I figured it would get a little more complicated in your case. We need a more generic way to create the BOM for your Lithuanian environment.

Code: Select all

@echo off &setlocal
set "merged_output=merged_registry.reg"

::Creates a new text file with BOM 0xFF 0xFE
>"t.tmp" type nul
>"%merged_output%" type nul
for %%i in (255 254) do (
  >nul makecab /d compress=off /d reserveperfoldersize=%%i /d reserveperdatablocksize=26 "t.tmp" "temp.tmp"
  type "temp.tmp" | ((for /l %%j in (1 1 38) do pause)>nul&findstr "^">"t.tmp")
  >nul copy /y "t.tmp" /a "temp.tmp" /b
  >nul copy /y "%merged_output%" /b + "temp.tmp" /b
)

:: delete temporary files
del "t.tmp" "temp.tmp"

::Plus sign (+) at the end of copy command is not a mistake.
copy %merged_output% + batfile.reg + cmdfile.reg + fonfile.reg +


:: ***** Now you have the file UCS-2 encoded with BOM. Only if you still need ASCII (that I don't believe!) then proceed *****

:: write a temporary ASCII file using TYPE command
>"%merged_output%~" type "%merged_output%"

:: overwrite the old file
move /y "%merged_output%~" "%merged_output%"

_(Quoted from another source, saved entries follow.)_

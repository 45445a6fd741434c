import { describe, it, expect, beforeAll, afterAll } from 'vitest';
import { mkdtempSync, rmSync, writeFileSync } from 'node:fs';
import { tmpdir } from 'node:os';
import { join } from 'node:path';
import { runCli } from '../../src/cli/main.ts';
import { memoryIO } from '../../src/cli/io.ts';

let dir: string;
beforeAll(() => {
  dir = mkdtempSync(join(tmpdir(), 'surmise-hyp-'));
  // invented file of standard diagrams; expected values: figure-eight volume 2.0298832128193 and cusp 2√3·i (from memory)
  // 80 closed braids (the twist family of 5_2's braid and a few torus knots) for the worker test
  const lines: string[] = [];
  for (let k = 0; k < 80; k++) lines.push(k % 10 === 9 ? `t${k}\t${Array(2 * (k % 7) + 3).fill(1).join(' ')}` : `k${k}\t${Array(2 * (k % 9) + 3).fill(1).join(' ')} 2 -1 2`);
  writeFileSync(join(dir, 'many.txt'), lines.join('\n') + '\n');
  writeFileSync(join(dir, 'd.txt'), 'fig8\t1 -2 1 -2\ntrefoil\t1 1 1\nfive2\tX[1,5,2,4] X[3,9,4,8] X[5,1,6,10] X[7,3,8,2] X[9,7,10,6]\n');
});
afterAll(() => rmSync(dir, { recursive: true, force: true }));

async function run(args: string[]): Promise<{ code: number; out: string; err: string }> {
  const io = memoryIO(dir);
  const code = await runCli(args, io);
  return { code, out: io.out, err: io.err };
}

describe('surmise knots --invariants hyperbolic', () => {
  it('worker threads give the same table as one thread (80 rows; ordering and values identical)', async () => {
    const one = await run(['knots', 'many.txt', '--invariants', 'crossings,hyperbolic', '--workers', '0', '--no-progress']);
    const two = await run(['knots', 'many.txt', '--invariants', 'crossings,hyperbolic', '--workers', '2', '--no-progress']);
    expect(one.code).toBe(0);
    expect(two.code).toBe(0);
    expect(two.out).toBe(one.out);
    expect(one.out.split('\n').filter((l) => l.includes(',hyperbolic,')).length).toBe(72);
    const bad = await run(['knots', 'many.txt', '--invariants', 'hyperbolic', '--workers', '65']);
    expect(bad.code).toBe(2);
    expect(bad.err).toMatch(/--workers/);
  });
  it('adds geometry, geometry_reason, volume, cusp_shape (complex), natural_slope and the maximal cusp', async () => {
    const r = await run(['knots', 'd.txt', '--invariants', 'hyperbolic']);
    expect(r.code).toBe(0);
    const lines = r.out.trim().split('\n');
    expect(lines[0]).toBe('name,geometry,geometry_reason,volume,cusp_shape,natural_slope,cusp_volume,meridian_length,longitude_length');
    const fig8 = lines[1]!.split(',');
    expect(fig8[1]).toBe('hyperbolic');
    expect(Number(fig8[3])).toBeCloseTo(2.029883212819307, 12);
    expect(fig8[4]).toMatch(/\+3\.46410161513\d*j$/);
    // figure-eight maximal cusp: volume √3, meridian 1, longitude 2√3 (from memory; Adams)
    expect(Number(fig8[6])).toBeCloseTo(Math.sqrt(3), 9);
    expect(Number(fig8[7])).toBeCloseTo(1, 9);
    expect(Number(fig8[8])).toBeCloseTo(2 * Math.sqrt(3), 9);
    const tref = lines[2]!;
    expect(tref).toMatch(/^trefoil,not hyperbolic,"torus knot T\(2,3\) \(Seifert fibred\)[^"]*",,,,,,$/);
  });
  it('JSON rows carry the cusp shape as [re, im] and the tetrahedra used; `all` includes the columns', async () => {
    const j = JSON.parse((await run(['knots', 'd.txt', '--invariants', 'hyperbolic', '--json'])).out);
    expect(j.rows[0].cusp_shape[1]).toBeCloseTo(2 * Math.sqrt(3), 9);
    expect(j.rows[1].volume).toBeNull();
    expect(j.rows[2].volume).toBeCloseTo(2.8281220883308, 10); // 5_2, from memory
    const all = await run(['knots', 'd.txt', '--invariants', 'all']);
    expect(all.out.split('\n')[0]).toMatch(/,geometry,geometry_reason,volume,cusp_shape,natural_slope,cusp_volume,meridian_length,longitude_length$/);
    expect(j.rows[0].cusp_volume).toBeCloseTo(Math.sqrt(3), 9);
    expect(j.rows[1].cusp_volume).toBeNull();
  });
  it('a generated twist family goes straight into bound: volume ≤ c·crossings with c below v_oct (D. Thurston: one ideal octahedron per crossing)', async () => {
    // full twists on strands 1..2 of the figure-eight's braid 1 -2 1 -2; q = 1 is 6_2 (volume 4.400832516, from memory)
    expect((await run(['knots', 'generate', 'twist', '--braid', '1 -2 1 -2', '--strands', '3', '--on', '1..2', '--twists', '0..12', '--out', 'tw.txt'])).code).toBe(0);
    expect((await run(['knots', 'tw.txt', '--invariants', 'crossings,hyperbolic', '--out', 'tw.csv', '--no-progress'])).code).toBe(0);
    const b = await run(['bound', 'tw.csv', '--lhs', 'volume', '--rhs', 'crossings', '--json']);
    expect(b.code, b.err).toBe(0);
    const res = JSON.parse(b.out);
    expect(res.n).toBe(13);
    const c = res.results[0].constant as number;
    // regular ideal octahedron volume 3.663862376708876 (= 4 × Catalan, from memory) bounds the volume per crossing
    expect(c).toBeLessThan(3.663862376708876);
    expect(res.results[0].witnesses[0].labels.name).toBe('twist_q1');
    expect(res.results[0].witnesses[0].lhs).toBeCloseTo(4.400832516123, 8);
    // the volumes increase with the twists: observed on this family, not a theorem (Thurston's hyperbolic
    // Dehn surgery theorem gives only convergence from below, to the volume with the twisting circle drilled)
    const vol = (await run(['knots', 'tw.txt', '--invariants', 'hyperbolic', '--json', '--no-progress'])).out;
    const v = (JSON.parse(vol).rows as Array<{ volume: number }>).map((r) => r.volume);
    for (let k = 1; k < v.length; k++) expect(v[k]!).toBeGreaterThan(v[k - 1]!);
  });
});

If you actually need the conversion to ASCII at the end of the code depends on what you want to do with the newly created "merged_registry.reg". Also I'm wondering if you really need a .reg file. What about the REG command in batch? What you try to do here seems to be much too complicated.

Steffen

Re: [Little challenge]Converting text file with unknown encoding into ANSI

Posted: 10 Nov 2016 07:00
by jfl
FYI, I've written a command-line tool for converting data from any encoding to any other. And it also has options for adding or removing BOMs.
The tool is called conv.exe, and it's available in the SysTools.zip package there: https://github.com/JFLarvoire/SysToolsLib/releases
The C sources are there too, if you're interrested.
I use it often, for example for converting emails encoded in UTF-8, and displayed as (unreadable) ANSI by some webmail readers.
Another common use case if for transfering data between GUI and command-line apps: The GUI apps use the Windows system code page (1252 on French systems), which cannot be changed ; Command-line apps use the console's "current code page" (850 by default on French systems), which can be changed by the CHCP command. conv.exe defaults to converting from the system CP to the current CP. So you can tranfter data from a GUI app to a DOS app by copying it into the clipboard, then running in a cmd console: 1clip.exe | conv.exe | myapp.exe
In your case, for converting a file in-place from UTF-16 (CP 1200) to ANSI (CP 1252), you'd have to run:

Code: Select all

conv 1200 1252 myfile -same -bak

Run (conv -?) to display a short help screen with a list of all options.